I want to show that every generating set of $\mathbb{Q}$ (as $\mathbb{Z}$-module) contains infinite elements by showing that for every generating set $I$ and element $i \in I$ the set $I \setminus i$ generates the module as well.
Sadly I don't really know where to start.
Take $\frac i2\in \Bbb Q$, and write it out as a finite linear combination of elements of $I$ with integer coefficients. There might be a term with $i$ in there. Subtract it away. You now have a linear combination representing some $\frac{ki}2$, where $k$ is an odd integer. Multiply it by $2$, and you have a representation of $ki$ without using $i$. If $k = \pm1$ you're done.
Otherwise, consider $\frac{i}{k}$, and do exactly the same thing.

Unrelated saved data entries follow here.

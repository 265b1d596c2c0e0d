package readers

import (
	"fmt"
	"slices"
	"strings"

	"strainledger/mesh"
)

// readParallel reads a file that lists the pieces of one data set, each a file of its
// own. What it declares of arrays is not believed: the pieces say what there is.
func (o *opener) readParallel(x *xmlFile, at branch) error {
	source := mesh.Source{Path: x.file.path, Bytes: x.file.bytes, Time: at.time}
	if _, err := o.fields(x, &source); err != nil {
		return err
	}
	o.model.Sources = append(o.model.Sources, source)
	set := o.newSet(at.name)
	if at.set != nil {
		return placedAt(x.file, x.root, malformed("found a parallel file as a piece, need a serial one"))
	}
	for _, e := range x.data.children {
		if e.name != "Piece" {
			continue
		}
		reference := e.attribute("Source")
		if reference == "" {
			continue // a part without cells
		}
		f, err := o.follow(x.file, reference)
		if err != nil {
			return placedAt(x.file, e, err)
		}
		if o.isRepeated(f, at) {
			continue
		}
		inside := branch{name: at.name, set: set, stack: at.stack, time: at.time, kind: strings.TrimPrefix(x.kind, "P")}
		if err := o.read(f, inside); err != nil {
			return err
		}
	}
	return o.agree(set)
}

// isRepeated reports whether a file is in the model already, with a remark. A file
// that is being read is not repeated but refers to itself.
func (o *opener) isRepeated(f *file, at branch) bool {
	clean := cleanPath(f)
	if !o.taken[clean] || slices.Contains(at.stack, clean) {
		return false
	}
	o.remark("repeated-piece", fmt.Sprintf("%s is listed more than once and counted once", f.path))
	return true
}

// agree makes the pieces of a set hold the same arrays: one that a piece lacks is left
// out of all, with a remark. Pieces without points or cells need not hold theirs.
func (o *opener) agree(set *pieceSet) error {
	for _, on := range []mesh.Location{mesh.OnPoint, mesh.OnCell} {
		full := o.withTuples(set, on)
		holders := map[string][]*column{}
		var names []string
		for _, p := range full {
			for _, a := range p.arrays {
				if a.On == on {
					if holders[a.Name] == nil {
						names = append(names, a.Name)
					}
					holders[a.Name] = append(holders[a.Name], a)
				}
			}
		}
		for _, name := range names {
			if len(holders[name]) < len(full) {
				o.leaveOut(set, full, on, name)
				continue
			}
			for _, a := range holders[name][1:] {
				if first := holders[name][0]; a.Components != first.Components {
					return a.fail(malformed("found %d components here and %d in %s, need the same in all pieces", a.Components, first.Components, first.file.path))
				}
			}
		}
	}
	return nil
}

// withTuples returns the pieces of a set that have points or cells.
func (o *opener) withTuples(set *pieceSet, on mesh.Location) []*piece {
	var full []*piece
	for _, i := range set.pieces {
		p := o.pieces[i]
		if on == mesh.OnPoint && p.pointCount > 0 || on == mesh.OnCell && p.cellCount > 0 {
			full = append(full, p)
		}
	}
	return full
}

// leaveOut removes an array that is not in every piece.
func (o *opener) leaveOut(set *pieceSet, full []*piece, on mesh.Location, name string) {
	without := ""
	isNamed := func(a *column) bool { return a.On == on && a.Name == name }
	for _, p := range full {
		if !slices.ContainsFunc(p.arrays, isNamed) {
			without = p.file.path
			break
		}
	}
	for _, i := range set.pieces {
		p := o.pieces[i]
		p.arrays = slices.DeleteFunc(p.arrays, isNamed)
		if p.weights == name && on == mesh.OnPoint {
			p.weights = ""
		}
	}
	o.remark("array-not-everywhere", fmt.Sprintf("%s array %q is not in %s and is left out of the whole", on, name, without))
}
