package readers

import (
	"context"
	"fmt"
	"math"

	"strainledger/mesh"
)

// A piece is what a cursor needs to read one piece of a model.
type piece struct {
	file       *file
	cellCount  int64
	pointCount int64
	points     *column // x y z
	sections   []section
	arrays     []*column // in the order of mesh.Piece.Arrays
	ghosts     *column   // ghost marks of cells
	isLevel    bool      // the ghost marks are levels: above 0 means duplicate
	degrees    *column   // orders of Lagrange and Bézier cells
}

// find returns a point or cell array of the piece.
func (p *piece) find(on mesh.Location, name string) (*column, error) {
	for _, a := range p.arrays {
		if a.On == on && a.Name == name {
			if a.number.size() == 0 {
				return nil, a.fail(unsupported("found values of type %s, need numbers", a.number))
			}
			return a, nil
		}
	}
	return nil, &Error{Path: p.file.path, Array: name, Err: malformed("found no such %s array", on)}
}

// A cursor reads pieces for one worker. It keeps its buffers from call to call.
type cursor struct {
	unpacker
	pieces []*piece
	hand   hand
	slots  []slot

	text, page, decoded, packed []byte // scratch of the decoders, each with one user at a time

	types    []mesh.CellType
	shapes   []*mesh.Shape
	known    [256]knownShape // the last of each cell type
	start    []int32
	nodes    []int32
	hidden   []uint8
	integers []int64
	list     []int64 // entries of a cell list
	stopped  listPlace
	values   [][]float64
	labels   [][]int64
}

func newCursor(pieces []*piece, slots int) *cursor {
	return &cursor{pieces: pieces, slots: make([]slot, slots)}
}

// Close lets go of the files.
func (c *cursor) Close() error { return c.hand.close() }

// Points writes the coordinates of the points [low, high) of a piece.
func (c *cursor) Points(ctx context.Context, piece int, low, high int64, to []float64) error {
	p := c.pieces[piece]
	if low < 0 || low > high || high > p.pointCount {
		panic(fmt.Sprintf("points [%d, %d) asked of a piece with %d", low, high, p.pointCount))
	}
	if err := ctx.Err(); err != nil || low == high {
		return err
	}
	return c.hand.located(p.points.valuesTo(c, low, high, to))
}

// PointValues writes the tuples [low, high) of a point array.
func (c *cursor) PointValues(ctx context.Context, piece int, name string, low, high int64, to []float64) error {
	p := c.pieces[piece]
	if low < 0 || low > high || high > p.pointCount {
		panic(fmt.Sprintf("points [%d, %d) asked of a piece with %d", low, high, p.pointCount))
	}
	a, err := p.find(mesh.OnPoint, name)
	if err != nil || low == high {
		return err
	}
	if err := ctx.Err(); err != nil {
		return err
	}
	return c.hand.located(a.valuesTo(c, low, high, to))
}

// Cells fills the chunk with the cells of the span and what is wanted of them.
func (c *cursor) Cells(ctx context.Context, span mesh.Span, want *mesh.Want, to *mesh.Chunk) error {
	p := c.pieces[span.Piece]
	if span.Low < 0 || span.Low > span.High || span.High > p.cellCount || span.High-span.Low > math.MaxInt32 {
		panic(fmt.Sprintf("cells [%d, %d) asked of a piece with %d", span.Low, span.High, p.cellCount))
	}
	if err := ctx.Err(); err != nil {
		return err
	}
	return c.hand.located(c.fill(p, span, want, to))
}

func (c *cursor) fill(p *piece, span mesh.Span, want *mesh.Want, to *mesh.Chunk) error {
	to.Count = int(span.High - span.Low)
	to.Types, to.Shapes, to.Start, to.Nodes, to.Hidden = nil, nil, nil, nil, nil
	to.Faces, to.FaceStart, to.Values, to.Labels = nil, nil, nil, nil
	if err := c.topology(p, span, want.NoNodes); err != nil {
		return err
	}
	to.Types = c.types
	if err := c.ghosts(p, span, to); err != nil {
		return err
	}
	if want.NoNodes {
		return c.cellArrays(p, span, want, to)
	}
	to.Start, to.Nodes = c.start, c.nodes
	if err := c.findShapes(p, span); err != nil {
		return err
	}
	to.Shapes = c.shapes
	return c.cellArrays(p, span, want, to)
}

// topology fills types, starts and nodes.
func (c *cursor) topology(p *piece, span mesh.Span, noNodes bool) error {
	c.types, c.nodes = c.types[:0], c.nodes[:0]
	c.start = append(c.start[:0], 0)
	for i := range p.sections {
		s := &p.sections[i]
		low, high := max(span.Low, s.first)-s.first, min(span.High, s.first+s.count)-s.first
		if low >= high {
			continue
		}
		if err := s.read(c, p, low, high, noNodes); err != nil {
			return err
		}
	}
	return nil
}

// ghosts fills the marks of cells that are not to be counted.
func (c *cursor) ghosts(p *piece, span mesh.Span, to *mesh.Chunk) error {
	if p.ghosts == nil {
		return nil
	}
	marks, err := p.ghosts.labels(c, span.Low, span.High)
	if err != nil {
		return err
	}
	c.hidden = c.hidden[:0]
	for _, mark := range marks {
		if p.isLevel {
			mark = min(mark, 1) // a level above 0 is a duplicate
		}
		c.hidden = append(c.hidden, uint8(mark))
	}
	to.Hidden = c.hidden
	return nil
}

// findShapes looks up what each cell is by its type and node count.
func (c *cursor) findShapes(p *piece, span mesh.Span) error {
	if cap(c.shapes) < len(c.types) {
		c.shapes = make([]*mesh.Shape, len(c.types))
	}
	c.shapes = c.shapes[:len(c.types)]
	for i, cellType := range c.types {
		known, count := &c.known[cellType], c.start[i+1]-c.start[i]
		if known.shape == nil || known.nodes != count {
			shape, err := mesh.ShapeOf(cellType, int(count), [3]int{})
			if err != nil {
				return p.cellError(nil, span.Low+int64(i), malformed("%v", err))
			}
			*known = knownShape{shape, count}
		}
		c.shapes[i] = known.shape
	}
	return nil
}

type knownShape struct {
	shape *mesh.Shape
	nodes int32
}

// cellArrays fills the wanted values and labels.
func (c *cursor) cellArrays(p *piece, span mesh.Span, want *mesh.Want, to *mesh.Chunk) error {
	c.values, c.labels = c.values[:0], c.labels[:0]
	for _, name := range want.CellValues {
		a, err := p.find(mesh.OnCell, name)
		if err != nil {
			return err
		}
		values, err := a.values(c, span.Low, span.High)
		if err != nil {
			return err
		}
		c.values = append(c.values, values)
	}
	for _, name := range want.Labels {
		a, err := p.find(mesh.OnCell, name)
		if err != nil {
			return err
		}
		if a.Components != 1 {
			return a.fail(malformed("found %d components, need 1 for a label", a.Components))
		}
		labels, err := a.labels(c, span.Low, span.High)
		if err != nil {
			return err
		}
		c.labels = append(c.labels, labels)
	}
	to.Values, to.Labels = c.values, c.labels
	return nil
}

Note that when you subtract away the term with $i$ from the linear combination, you end up with a linear combination representing some number of the form $\frac{mki + i}{k}$ for some integer $m$. Multiply by $k$, and you now have a representation of $mki + i$ without using $i$.
Take the representation of $ki$ from earlier, multiply that by $m$, and you get a representation of $mki$ without using $i$. So now we have a representation of $mki + i$, and a representation of $mki$, both without using $i$. If we subtract one from the other, we've got a representation of $i$ without using $i$, and we're done.